* _Work item_:
For each line in the data that includes "comparison", make a copy.

* _Information_:
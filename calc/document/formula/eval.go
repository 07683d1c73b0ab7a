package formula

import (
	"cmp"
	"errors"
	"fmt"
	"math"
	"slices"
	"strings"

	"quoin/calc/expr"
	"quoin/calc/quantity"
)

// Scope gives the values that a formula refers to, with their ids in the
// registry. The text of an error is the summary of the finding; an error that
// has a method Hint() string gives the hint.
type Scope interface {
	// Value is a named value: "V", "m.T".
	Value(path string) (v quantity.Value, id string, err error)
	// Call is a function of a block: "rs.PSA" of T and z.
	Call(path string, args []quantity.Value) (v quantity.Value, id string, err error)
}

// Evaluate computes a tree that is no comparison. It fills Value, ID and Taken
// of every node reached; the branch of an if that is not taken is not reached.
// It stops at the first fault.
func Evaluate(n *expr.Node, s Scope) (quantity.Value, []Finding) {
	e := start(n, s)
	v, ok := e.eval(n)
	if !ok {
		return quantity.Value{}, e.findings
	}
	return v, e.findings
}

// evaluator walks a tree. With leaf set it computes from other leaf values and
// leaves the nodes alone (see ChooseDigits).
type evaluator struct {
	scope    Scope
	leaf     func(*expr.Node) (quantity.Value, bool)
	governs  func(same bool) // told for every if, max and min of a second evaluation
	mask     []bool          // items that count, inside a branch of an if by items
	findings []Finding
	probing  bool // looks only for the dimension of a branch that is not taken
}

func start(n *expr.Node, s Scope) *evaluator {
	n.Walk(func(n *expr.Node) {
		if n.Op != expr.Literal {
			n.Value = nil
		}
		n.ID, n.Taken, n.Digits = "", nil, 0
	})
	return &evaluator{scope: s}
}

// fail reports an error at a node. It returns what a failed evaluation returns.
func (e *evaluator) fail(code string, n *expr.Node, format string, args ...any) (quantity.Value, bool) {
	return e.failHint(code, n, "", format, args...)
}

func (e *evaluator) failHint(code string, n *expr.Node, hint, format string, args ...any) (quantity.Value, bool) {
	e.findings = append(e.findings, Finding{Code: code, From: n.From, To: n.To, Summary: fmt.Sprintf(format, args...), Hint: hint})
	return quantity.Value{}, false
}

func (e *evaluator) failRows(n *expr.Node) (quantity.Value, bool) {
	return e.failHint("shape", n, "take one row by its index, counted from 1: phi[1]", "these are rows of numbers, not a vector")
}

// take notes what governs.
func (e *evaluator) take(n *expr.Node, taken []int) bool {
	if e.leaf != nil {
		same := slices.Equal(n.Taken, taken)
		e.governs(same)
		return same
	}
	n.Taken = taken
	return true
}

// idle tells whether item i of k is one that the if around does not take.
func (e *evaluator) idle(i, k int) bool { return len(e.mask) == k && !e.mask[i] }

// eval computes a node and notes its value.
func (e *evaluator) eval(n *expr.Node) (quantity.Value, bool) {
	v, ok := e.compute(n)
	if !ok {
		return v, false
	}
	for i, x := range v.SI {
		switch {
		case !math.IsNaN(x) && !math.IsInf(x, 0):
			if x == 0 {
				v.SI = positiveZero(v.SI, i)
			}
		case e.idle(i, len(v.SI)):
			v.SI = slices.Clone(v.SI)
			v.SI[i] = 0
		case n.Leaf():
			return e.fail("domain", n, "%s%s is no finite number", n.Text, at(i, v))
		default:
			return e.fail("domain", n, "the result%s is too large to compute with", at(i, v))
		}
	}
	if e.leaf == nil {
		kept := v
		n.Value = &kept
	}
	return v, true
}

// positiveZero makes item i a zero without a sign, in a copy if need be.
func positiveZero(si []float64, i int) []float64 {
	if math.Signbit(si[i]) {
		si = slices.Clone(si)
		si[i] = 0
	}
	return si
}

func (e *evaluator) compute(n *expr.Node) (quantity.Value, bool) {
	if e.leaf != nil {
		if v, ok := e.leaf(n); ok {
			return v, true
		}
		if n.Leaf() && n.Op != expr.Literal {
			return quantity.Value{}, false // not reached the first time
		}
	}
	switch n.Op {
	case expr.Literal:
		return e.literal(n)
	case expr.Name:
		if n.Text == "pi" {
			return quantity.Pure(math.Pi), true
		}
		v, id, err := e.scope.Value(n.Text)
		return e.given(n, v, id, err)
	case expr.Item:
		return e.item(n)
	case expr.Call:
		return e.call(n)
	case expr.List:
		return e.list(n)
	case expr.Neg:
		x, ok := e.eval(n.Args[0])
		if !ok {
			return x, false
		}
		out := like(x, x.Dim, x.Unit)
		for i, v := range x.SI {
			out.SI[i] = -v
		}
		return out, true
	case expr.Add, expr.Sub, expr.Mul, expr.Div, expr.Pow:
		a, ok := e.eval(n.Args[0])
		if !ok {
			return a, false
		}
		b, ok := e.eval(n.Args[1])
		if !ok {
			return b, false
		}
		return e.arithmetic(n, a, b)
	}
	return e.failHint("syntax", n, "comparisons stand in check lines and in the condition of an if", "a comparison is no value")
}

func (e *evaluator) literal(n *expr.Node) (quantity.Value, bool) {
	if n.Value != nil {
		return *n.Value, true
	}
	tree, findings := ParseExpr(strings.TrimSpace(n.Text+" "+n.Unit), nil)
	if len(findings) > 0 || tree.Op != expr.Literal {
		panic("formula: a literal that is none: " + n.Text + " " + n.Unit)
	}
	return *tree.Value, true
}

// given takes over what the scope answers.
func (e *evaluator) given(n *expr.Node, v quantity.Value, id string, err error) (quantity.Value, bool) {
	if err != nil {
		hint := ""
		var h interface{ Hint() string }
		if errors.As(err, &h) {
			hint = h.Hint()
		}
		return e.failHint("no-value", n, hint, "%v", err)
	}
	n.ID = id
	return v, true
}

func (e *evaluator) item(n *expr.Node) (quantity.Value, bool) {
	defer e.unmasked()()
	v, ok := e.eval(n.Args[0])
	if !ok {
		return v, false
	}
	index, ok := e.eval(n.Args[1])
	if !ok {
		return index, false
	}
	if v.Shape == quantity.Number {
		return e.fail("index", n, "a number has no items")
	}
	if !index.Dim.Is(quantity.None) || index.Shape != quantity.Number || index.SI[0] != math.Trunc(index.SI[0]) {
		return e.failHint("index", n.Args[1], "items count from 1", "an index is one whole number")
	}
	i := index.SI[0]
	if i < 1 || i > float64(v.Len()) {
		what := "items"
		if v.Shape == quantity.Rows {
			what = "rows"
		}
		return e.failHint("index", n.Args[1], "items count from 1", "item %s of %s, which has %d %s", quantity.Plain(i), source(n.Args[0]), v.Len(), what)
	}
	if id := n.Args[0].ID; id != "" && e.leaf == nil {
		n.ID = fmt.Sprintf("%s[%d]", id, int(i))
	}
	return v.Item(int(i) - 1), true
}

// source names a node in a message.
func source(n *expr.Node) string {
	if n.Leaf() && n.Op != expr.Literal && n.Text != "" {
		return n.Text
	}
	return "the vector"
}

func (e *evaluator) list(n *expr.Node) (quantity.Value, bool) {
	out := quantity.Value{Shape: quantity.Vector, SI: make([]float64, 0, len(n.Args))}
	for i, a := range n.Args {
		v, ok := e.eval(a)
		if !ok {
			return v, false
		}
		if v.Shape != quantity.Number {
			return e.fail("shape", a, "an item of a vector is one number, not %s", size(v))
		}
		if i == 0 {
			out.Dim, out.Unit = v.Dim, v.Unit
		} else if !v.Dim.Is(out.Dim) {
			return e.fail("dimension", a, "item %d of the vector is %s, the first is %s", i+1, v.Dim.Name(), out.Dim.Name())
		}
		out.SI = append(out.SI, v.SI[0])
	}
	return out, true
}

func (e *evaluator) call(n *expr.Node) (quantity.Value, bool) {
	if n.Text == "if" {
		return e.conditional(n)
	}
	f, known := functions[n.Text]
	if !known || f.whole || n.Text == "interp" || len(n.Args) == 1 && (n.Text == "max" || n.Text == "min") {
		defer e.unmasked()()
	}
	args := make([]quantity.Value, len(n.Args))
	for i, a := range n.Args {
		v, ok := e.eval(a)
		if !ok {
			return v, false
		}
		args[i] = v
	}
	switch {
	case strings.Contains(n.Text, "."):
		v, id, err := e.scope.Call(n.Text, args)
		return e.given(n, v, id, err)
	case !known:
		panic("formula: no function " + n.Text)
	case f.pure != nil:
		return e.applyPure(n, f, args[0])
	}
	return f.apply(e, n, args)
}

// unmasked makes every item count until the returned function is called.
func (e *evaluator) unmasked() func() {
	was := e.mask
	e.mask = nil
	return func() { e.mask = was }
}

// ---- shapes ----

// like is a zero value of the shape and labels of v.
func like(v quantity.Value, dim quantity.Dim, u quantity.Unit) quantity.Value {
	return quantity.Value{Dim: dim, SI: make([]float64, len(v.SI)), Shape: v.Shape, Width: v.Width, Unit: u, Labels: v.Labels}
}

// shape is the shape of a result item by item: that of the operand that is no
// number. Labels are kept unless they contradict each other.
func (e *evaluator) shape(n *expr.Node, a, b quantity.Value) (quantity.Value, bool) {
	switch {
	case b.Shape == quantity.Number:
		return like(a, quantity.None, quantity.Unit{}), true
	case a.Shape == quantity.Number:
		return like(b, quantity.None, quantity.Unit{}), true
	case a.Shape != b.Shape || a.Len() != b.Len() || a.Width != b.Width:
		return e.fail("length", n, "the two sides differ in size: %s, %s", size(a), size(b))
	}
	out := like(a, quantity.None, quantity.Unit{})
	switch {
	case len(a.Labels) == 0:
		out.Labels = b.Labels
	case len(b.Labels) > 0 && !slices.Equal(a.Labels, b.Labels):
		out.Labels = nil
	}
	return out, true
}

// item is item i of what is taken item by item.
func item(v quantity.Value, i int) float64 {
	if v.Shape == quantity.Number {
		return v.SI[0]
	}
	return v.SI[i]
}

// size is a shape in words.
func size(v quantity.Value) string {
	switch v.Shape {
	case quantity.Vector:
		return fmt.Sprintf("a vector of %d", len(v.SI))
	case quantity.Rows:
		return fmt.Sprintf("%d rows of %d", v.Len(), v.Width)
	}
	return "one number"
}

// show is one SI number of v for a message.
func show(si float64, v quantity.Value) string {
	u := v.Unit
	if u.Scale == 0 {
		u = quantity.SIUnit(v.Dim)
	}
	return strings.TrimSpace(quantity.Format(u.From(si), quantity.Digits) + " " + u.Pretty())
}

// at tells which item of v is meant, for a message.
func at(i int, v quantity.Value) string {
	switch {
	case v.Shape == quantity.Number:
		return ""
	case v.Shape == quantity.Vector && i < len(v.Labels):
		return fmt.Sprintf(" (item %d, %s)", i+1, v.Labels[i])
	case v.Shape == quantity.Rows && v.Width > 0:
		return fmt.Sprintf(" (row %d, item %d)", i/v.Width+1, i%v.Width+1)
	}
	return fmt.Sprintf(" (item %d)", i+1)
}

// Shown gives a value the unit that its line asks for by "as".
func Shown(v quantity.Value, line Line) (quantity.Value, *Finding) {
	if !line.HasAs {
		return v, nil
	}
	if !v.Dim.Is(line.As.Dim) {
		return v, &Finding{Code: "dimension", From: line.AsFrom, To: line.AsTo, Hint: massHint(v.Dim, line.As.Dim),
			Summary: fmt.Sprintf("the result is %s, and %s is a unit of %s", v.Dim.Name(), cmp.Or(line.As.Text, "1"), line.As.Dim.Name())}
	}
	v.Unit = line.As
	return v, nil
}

* _Expected answer_:
// Evaluate computes a tree that is no comparison. It fills Value, ID and Taken
	return e.failHint("syntax", n, "comparisons stand in check lines and in the condition of an if", "a comparison is no value")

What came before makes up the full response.